Stored data entries =

# # # # # # #

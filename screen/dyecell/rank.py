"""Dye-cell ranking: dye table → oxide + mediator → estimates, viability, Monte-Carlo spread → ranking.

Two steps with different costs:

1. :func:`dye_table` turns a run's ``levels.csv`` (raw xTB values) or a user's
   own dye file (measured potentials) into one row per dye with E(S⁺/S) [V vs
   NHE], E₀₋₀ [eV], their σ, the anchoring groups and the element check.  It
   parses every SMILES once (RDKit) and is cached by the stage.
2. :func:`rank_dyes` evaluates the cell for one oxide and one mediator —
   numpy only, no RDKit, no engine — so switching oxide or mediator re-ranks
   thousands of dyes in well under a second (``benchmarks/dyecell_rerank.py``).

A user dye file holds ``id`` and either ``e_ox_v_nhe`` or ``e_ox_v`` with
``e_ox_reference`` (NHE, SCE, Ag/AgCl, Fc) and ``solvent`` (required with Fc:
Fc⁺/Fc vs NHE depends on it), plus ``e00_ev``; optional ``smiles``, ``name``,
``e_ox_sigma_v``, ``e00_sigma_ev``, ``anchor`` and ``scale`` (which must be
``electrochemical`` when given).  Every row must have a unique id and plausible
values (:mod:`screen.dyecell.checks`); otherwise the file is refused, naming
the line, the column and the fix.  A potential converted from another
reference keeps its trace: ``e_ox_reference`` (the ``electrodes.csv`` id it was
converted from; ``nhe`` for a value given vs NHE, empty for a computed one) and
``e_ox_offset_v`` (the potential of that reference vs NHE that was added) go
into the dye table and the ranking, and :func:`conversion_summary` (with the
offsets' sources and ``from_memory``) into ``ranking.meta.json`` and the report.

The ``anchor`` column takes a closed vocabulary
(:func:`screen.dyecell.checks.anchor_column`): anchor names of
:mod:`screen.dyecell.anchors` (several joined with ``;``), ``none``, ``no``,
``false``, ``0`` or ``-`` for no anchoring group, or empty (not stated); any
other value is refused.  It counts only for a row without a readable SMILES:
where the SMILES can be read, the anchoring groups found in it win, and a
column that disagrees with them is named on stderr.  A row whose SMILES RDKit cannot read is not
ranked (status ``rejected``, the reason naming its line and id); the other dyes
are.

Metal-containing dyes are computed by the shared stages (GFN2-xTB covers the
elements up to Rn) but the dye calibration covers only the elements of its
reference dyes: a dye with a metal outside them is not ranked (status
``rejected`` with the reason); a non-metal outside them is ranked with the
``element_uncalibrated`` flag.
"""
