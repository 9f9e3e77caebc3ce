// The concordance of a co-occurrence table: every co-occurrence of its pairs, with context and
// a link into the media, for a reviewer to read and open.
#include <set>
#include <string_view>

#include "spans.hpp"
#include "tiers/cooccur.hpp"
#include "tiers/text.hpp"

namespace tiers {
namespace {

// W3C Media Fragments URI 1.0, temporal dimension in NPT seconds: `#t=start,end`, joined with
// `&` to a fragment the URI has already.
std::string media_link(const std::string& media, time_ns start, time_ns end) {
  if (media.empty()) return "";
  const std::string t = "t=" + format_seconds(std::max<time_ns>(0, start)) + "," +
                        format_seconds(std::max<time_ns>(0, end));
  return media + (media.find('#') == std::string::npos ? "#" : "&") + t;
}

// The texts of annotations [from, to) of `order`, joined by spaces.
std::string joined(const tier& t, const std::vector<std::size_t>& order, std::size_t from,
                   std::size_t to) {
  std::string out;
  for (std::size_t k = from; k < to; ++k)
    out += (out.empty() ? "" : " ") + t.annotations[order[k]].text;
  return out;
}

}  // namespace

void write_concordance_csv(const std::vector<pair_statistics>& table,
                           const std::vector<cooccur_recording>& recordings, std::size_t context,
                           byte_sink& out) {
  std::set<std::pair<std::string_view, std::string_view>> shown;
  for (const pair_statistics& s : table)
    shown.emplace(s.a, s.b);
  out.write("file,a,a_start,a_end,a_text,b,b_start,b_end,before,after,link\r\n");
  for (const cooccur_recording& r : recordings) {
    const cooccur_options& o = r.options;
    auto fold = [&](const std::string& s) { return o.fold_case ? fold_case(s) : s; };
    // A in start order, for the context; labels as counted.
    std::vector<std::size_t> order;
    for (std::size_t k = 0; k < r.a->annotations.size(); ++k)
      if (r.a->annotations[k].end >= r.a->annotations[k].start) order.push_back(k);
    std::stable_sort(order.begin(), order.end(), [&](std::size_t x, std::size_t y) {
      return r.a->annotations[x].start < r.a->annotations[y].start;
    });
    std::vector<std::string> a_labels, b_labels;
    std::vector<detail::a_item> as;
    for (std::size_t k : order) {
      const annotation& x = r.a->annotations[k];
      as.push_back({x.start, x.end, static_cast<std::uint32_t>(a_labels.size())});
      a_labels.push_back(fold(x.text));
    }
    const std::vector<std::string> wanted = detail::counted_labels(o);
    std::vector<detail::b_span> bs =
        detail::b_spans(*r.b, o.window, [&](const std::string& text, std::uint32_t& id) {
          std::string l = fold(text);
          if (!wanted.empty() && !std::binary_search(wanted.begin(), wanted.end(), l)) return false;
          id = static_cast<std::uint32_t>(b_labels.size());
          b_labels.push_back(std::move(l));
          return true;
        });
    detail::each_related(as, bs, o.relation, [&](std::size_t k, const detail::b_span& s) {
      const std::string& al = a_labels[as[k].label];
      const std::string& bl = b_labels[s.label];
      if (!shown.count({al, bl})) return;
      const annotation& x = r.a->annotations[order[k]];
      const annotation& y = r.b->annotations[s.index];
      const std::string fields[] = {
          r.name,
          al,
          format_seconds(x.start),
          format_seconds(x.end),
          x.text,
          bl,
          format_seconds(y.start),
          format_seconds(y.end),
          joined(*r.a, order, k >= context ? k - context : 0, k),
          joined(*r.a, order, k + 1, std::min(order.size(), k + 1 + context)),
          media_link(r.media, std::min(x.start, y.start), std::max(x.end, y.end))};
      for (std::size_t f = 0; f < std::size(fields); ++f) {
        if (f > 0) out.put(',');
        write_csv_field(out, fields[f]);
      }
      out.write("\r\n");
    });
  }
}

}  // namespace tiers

# # # # # # #

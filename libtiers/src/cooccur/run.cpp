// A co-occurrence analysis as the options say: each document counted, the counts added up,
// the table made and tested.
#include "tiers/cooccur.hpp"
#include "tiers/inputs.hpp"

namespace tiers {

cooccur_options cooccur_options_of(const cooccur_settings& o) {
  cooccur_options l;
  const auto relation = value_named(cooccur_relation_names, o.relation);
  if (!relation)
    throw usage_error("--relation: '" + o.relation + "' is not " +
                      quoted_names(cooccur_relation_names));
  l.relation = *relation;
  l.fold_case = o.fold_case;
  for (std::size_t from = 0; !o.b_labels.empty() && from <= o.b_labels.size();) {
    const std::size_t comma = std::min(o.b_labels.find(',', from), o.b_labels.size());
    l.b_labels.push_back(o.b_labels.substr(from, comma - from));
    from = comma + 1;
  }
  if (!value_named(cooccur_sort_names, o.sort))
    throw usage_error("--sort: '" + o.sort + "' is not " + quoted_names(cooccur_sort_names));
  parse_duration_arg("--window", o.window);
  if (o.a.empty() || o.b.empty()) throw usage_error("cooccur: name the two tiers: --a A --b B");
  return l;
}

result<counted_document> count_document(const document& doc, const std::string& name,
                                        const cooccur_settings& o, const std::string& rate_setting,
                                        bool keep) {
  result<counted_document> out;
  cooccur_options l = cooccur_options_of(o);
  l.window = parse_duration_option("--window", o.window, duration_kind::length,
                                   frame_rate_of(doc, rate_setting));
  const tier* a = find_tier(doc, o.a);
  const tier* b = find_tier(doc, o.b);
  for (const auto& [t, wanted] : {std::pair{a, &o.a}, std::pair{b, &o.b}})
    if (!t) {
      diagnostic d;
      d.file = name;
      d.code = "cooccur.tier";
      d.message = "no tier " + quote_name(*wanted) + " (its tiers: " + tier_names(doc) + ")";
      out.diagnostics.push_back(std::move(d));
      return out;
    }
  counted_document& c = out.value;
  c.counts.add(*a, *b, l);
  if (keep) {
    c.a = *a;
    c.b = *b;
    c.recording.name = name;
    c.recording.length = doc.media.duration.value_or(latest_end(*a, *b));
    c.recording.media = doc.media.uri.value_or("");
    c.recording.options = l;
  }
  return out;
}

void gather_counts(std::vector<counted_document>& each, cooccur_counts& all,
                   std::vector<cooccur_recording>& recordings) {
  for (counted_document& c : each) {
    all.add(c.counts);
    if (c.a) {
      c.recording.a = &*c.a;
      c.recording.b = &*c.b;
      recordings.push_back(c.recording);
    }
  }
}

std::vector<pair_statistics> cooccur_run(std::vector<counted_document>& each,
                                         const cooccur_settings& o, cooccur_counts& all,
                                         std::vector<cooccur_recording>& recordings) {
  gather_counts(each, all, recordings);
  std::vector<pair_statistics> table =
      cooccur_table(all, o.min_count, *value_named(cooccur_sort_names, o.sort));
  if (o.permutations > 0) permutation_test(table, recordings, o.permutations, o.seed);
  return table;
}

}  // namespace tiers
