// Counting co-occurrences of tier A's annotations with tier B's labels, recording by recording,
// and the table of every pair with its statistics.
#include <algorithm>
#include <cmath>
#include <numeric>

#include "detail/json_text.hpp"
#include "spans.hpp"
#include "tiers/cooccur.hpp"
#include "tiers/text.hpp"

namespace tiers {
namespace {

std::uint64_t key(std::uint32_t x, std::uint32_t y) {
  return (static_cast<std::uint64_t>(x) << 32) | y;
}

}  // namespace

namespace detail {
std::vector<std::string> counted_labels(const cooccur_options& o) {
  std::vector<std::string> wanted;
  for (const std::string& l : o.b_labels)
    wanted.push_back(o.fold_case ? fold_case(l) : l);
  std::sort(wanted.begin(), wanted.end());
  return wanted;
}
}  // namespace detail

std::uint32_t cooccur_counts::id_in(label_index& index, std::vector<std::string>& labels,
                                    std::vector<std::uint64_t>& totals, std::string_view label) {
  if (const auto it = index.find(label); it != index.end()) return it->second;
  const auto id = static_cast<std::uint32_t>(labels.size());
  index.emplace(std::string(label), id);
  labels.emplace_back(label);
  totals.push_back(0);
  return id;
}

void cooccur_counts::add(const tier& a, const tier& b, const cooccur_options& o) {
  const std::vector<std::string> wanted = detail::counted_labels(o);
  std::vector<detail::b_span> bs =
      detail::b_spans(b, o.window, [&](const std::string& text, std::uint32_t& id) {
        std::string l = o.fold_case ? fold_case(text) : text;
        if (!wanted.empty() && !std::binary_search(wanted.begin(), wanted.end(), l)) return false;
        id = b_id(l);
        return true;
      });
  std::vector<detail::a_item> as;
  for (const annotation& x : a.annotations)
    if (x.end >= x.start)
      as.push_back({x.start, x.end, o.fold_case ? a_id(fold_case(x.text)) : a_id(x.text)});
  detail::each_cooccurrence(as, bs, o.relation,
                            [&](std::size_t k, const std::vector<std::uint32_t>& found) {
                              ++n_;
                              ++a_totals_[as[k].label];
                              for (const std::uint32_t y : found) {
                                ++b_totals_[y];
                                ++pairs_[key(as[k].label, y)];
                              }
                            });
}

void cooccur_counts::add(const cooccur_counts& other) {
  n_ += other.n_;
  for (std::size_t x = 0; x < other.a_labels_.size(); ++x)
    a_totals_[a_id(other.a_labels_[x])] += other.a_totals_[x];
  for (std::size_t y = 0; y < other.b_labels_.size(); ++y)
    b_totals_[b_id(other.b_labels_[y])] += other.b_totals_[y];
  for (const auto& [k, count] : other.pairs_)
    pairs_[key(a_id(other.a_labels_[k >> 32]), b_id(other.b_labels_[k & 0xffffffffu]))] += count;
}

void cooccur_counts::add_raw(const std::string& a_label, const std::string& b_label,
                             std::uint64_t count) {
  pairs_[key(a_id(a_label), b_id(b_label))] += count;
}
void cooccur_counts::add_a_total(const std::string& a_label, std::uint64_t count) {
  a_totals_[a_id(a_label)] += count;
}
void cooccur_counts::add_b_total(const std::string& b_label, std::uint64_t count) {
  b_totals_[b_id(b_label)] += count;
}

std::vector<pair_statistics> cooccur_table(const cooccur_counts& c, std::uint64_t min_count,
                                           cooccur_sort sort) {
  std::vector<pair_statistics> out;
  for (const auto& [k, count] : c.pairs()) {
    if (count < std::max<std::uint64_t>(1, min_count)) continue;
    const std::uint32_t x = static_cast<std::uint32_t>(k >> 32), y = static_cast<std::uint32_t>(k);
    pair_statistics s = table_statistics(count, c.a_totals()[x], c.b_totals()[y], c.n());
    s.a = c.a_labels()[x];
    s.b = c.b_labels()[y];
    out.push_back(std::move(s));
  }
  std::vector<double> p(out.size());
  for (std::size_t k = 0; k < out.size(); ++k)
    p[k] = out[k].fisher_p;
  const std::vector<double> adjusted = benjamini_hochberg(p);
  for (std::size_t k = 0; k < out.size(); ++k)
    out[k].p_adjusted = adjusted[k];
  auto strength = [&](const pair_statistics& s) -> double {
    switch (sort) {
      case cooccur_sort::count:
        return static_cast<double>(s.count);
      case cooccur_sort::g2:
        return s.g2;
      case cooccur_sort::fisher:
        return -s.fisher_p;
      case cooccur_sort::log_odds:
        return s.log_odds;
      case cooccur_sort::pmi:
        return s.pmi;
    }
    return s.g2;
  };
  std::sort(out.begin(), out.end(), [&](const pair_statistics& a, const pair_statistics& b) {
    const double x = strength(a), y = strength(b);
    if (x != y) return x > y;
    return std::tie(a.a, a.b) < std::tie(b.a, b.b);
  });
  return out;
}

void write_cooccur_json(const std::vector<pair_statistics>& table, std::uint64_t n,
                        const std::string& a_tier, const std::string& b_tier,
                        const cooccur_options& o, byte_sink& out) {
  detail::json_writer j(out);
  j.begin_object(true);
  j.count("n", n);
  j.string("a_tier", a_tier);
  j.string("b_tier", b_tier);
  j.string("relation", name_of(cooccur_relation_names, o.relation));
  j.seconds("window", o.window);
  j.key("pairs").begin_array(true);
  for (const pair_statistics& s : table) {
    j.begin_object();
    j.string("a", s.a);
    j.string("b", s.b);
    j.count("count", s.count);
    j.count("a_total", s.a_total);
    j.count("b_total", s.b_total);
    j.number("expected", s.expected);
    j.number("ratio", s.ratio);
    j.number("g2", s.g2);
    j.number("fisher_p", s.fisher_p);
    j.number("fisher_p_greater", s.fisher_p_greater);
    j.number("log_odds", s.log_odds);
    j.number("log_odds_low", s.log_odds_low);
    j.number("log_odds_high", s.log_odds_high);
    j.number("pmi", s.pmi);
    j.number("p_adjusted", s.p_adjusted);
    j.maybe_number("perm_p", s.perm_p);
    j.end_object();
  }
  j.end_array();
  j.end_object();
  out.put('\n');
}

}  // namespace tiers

# # # # # # #

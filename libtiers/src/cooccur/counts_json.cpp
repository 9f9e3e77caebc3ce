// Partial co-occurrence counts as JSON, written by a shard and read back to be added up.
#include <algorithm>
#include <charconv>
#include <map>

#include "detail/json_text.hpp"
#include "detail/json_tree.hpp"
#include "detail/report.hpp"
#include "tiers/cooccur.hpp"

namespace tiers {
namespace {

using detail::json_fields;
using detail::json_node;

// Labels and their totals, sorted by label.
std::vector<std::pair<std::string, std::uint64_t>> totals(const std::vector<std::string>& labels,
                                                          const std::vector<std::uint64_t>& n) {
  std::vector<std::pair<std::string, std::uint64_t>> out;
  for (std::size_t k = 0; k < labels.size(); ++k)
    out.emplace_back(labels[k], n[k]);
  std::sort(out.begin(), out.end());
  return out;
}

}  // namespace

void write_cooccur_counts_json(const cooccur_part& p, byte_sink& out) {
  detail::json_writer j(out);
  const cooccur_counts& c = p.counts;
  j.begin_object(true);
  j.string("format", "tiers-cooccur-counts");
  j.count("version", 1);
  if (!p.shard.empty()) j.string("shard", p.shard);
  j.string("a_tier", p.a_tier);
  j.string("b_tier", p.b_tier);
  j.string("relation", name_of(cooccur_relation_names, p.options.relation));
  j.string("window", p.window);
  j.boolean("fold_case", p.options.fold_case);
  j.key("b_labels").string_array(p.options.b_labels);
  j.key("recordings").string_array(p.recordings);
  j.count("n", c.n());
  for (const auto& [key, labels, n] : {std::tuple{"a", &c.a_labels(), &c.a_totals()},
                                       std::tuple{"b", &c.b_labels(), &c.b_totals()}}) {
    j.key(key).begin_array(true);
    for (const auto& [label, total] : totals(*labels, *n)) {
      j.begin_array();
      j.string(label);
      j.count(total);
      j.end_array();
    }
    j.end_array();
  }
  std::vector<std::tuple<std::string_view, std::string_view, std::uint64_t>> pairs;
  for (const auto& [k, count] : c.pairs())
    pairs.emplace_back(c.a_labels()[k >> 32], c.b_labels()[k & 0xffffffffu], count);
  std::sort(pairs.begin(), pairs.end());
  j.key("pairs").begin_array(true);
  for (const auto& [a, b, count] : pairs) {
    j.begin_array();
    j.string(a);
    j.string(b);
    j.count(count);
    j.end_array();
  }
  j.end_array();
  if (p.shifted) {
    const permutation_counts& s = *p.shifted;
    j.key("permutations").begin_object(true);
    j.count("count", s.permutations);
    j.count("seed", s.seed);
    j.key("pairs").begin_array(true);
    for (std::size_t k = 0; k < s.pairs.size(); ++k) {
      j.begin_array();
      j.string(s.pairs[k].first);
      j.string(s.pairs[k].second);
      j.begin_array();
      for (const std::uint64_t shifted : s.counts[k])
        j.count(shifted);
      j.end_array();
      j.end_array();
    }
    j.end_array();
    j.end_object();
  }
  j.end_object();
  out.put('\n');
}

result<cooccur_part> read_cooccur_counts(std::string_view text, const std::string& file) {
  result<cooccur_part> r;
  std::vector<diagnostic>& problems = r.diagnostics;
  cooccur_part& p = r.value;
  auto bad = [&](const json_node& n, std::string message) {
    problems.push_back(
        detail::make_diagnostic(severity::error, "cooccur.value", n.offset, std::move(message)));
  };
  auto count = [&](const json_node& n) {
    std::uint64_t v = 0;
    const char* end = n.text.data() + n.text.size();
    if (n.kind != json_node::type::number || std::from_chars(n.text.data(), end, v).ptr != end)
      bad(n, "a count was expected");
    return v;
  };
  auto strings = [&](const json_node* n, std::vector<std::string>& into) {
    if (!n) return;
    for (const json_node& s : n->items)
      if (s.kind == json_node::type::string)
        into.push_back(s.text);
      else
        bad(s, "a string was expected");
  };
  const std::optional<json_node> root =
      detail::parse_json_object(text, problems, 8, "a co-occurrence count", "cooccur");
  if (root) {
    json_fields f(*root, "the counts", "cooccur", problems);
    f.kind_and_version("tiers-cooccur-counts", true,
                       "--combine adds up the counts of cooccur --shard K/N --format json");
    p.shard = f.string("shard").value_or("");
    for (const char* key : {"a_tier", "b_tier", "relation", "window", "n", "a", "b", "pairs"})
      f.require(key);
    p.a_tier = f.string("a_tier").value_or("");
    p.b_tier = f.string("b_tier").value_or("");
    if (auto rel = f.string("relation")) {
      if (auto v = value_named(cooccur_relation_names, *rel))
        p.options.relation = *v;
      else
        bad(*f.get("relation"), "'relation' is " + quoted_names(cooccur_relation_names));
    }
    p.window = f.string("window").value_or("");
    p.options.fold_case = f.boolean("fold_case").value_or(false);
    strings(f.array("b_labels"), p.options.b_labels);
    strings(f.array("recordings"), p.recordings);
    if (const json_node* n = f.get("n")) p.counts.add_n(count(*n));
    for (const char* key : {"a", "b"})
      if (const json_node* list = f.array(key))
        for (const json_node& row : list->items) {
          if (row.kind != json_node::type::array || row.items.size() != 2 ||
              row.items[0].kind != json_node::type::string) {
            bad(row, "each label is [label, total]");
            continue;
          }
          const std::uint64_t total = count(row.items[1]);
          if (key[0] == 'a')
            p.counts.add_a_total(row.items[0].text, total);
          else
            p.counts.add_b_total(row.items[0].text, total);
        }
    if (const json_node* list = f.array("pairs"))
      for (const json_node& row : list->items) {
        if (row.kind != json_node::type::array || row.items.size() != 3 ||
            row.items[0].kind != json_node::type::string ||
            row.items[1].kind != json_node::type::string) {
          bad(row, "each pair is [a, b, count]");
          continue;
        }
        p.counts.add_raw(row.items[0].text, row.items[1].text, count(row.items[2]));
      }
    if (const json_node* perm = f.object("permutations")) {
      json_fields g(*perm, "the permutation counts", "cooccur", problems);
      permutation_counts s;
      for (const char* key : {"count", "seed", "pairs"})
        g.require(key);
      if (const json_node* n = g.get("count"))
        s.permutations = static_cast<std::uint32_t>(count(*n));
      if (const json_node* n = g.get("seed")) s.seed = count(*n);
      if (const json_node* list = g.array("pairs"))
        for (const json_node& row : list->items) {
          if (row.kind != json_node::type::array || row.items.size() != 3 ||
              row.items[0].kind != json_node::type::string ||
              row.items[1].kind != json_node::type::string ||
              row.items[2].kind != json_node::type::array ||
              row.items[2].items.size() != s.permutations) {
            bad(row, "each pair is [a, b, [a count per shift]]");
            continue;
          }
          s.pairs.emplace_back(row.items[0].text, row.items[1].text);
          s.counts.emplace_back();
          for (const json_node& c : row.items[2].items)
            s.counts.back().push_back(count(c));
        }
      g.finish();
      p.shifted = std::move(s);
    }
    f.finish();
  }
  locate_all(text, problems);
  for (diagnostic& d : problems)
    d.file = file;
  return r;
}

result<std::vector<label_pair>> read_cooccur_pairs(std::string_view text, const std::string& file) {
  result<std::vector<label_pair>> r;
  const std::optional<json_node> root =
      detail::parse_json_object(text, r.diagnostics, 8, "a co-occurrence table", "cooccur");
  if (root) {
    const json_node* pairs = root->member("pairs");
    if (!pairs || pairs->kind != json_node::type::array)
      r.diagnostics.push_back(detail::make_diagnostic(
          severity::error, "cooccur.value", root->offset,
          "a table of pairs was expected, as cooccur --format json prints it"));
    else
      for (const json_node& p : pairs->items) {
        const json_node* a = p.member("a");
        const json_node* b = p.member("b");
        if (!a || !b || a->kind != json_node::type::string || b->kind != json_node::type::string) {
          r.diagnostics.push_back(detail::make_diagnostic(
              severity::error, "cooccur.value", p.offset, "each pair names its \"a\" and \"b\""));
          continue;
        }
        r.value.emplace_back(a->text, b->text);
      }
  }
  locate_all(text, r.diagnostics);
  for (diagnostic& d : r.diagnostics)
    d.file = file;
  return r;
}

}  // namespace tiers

# # # # # # #

Problem description = All that belongs in the answer is the run of lines above from the line containing "filename screen/dyecell/rank.py" through the line containing "id and plausible", exactly as written.

Response box =
filename screen/dyecell/rank.py
"""Dye-cell ranking: dye table → oxide + mediator → estimates, viability, Monte-Carlo spread → ranking.

Two steps with different costs:

1. :func:`dye_table` turns a run's ``levels.csv`` (raw xTB values) or a user's
   own dye file (measured potentials) into one row per dye with E(S⁺/S) [V vs
   NHE], E₀₋₀ [eV], their σ, the anchoring groups and the element check.  It
   parses every SMILES once (RDKit) and is cached by the stage.
2. :func:`rank_dyes` evaluates the cell for one oxide and one mediator —
   numpy only, no RDKit, no engine — so switching oxide or mediator re-ranks
   thousands of dyes in well under a second (``benchmarks/dyecell_rerank.py``).

A user dye file holds ``id`` and either ``e_ox_v_nhe`` or ``e_ox_v`` with
``e_ox_reference`` (NHE, SCE, Ag/AgCl, Fc) and ``solvent`` (required with Fc:
Fc⁺/Fc vs NHE depends on it), plus ``e00_ev``; optional ``smiles``, ``name``,
``e_ox_sigma_v``, ``e00_sigma_ev``, ``anchor`` and ``scale`` (which must be
``electrochemical`` when given).  Every row must have a unique id and plausible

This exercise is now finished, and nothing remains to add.